Data analysis is facilitated by Skyline software suite which is used to visualize spectra and build scheduled PRM methods directly by predicting the retention time of previously uncharacterized peptides. As well as extract and quantify data from DIA analysis. A state-of-the-art peak-finding algorithm in Skyline then provides rapid and reliable analysis of the acquired PRM and DIA data.Skyline also contains a powerful set of tools that can determine which peak within a complex mixture is formed from a peptide of interest. To do this, Skyline uses the predicted retention time and a new scoring algorithm to compare the rank order of product ion intensities from co-varying transitions with a product ion spectrum stored in a spectrum library. The software provides full support for using standard peptide and stable isotope-labeled peptide internal standards.

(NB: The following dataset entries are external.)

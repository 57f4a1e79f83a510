import type { Browser } from "playwright-core";
import { afterAll, beforeAll } from "vitest";
import { startAppServer, type AppServer } from "./app-server";
import { openBrowser } from "./browser";

export interface AppAndBrowser {
  readonly app: AppServer;
  readonly browser: Browser;
}

/**
 * One built app server (demo data, fresh data directory) and one Chromium for a whole test file:
 * started before its first test, stopped after its last. Call at the top level of the file.
 */
export function appAndBrowser(extraEnv: Record<string, string> = {}): AppAndBrowser {
  const held: { app?: AppServer; browser?: Browser } = {};
  beforeAll(async () => {
    held.app = await startAppServer(extraEnv);
    held.browser = await openBrowser();
  });
  afterAll(async () => {
    await held.browser?.close();
    await held.app?.stop();
  });
  const started = <T>(value: T | undefined, what: string): T => {
    if (value === undefined) throw new Error(`The ${what} is not started yet: use it inside a test or hook.`);
    return value;
  };
  return {
    get app() {
      return started(held.app, "app server");
    },
    get browser() {
      return started(held.browser, "browser");
    },
  };
}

Computer Cluster, Data Storage and Integration

The Core has made available to the Diabetes Research Center affiliate investigators use of a 4-multicore-node computer cluster (102 CPU), which is used to run the Comet and Xtandem search engines required for database searching. A user-friendly relational database system, Labkey Server (Labkey, Seattle), is used to store and analyze data and facilitate bioinformatics analysis and encapsulates user authentication and project management features as well as daily backups. It also allows investigators secure access the Core’s proteomic data.

Facilities

Core instrumentation

For the proteomics analysis the Core utilizes instruments its own instruments as well as instruments accessible at the UW School of Medicine Proteomics Resource, a central walk-up facility located at SLU, which provides UW investigators access to the state-of-the-art instrumentation.

  • Waters QTOF Premier with nanoelectrospray ionization and an Waters nanoAcquity UPLC for protein analysis
  • Thermo Finnigan LTQ linear ion trap instrument coupled with Michrom Bioresources Paradigm MS4B multidimensional HPLC and nanospray ionization for routine protein ID analysis;
  • Differential mobility analyzer (TSI) for analysis of particle concentration and protein size and concentration measurements.

UWPR instrumentation

  • Thermo LTQ-Orbitrap XL
  • Thermo LTQ Q Exactive Plus
  • Thermo LTQ Fusion tribrid quadrupole-orbitrap-ion trap instrument with ETD
  • Thermo LTQ Fusion Lumos tribrid instrument
  • Thermo TSQ Quantum Access
  • Thermo TSQ Vantage

All mass spectrometers are fitted with Waters nanoACQUITY UPLC systems.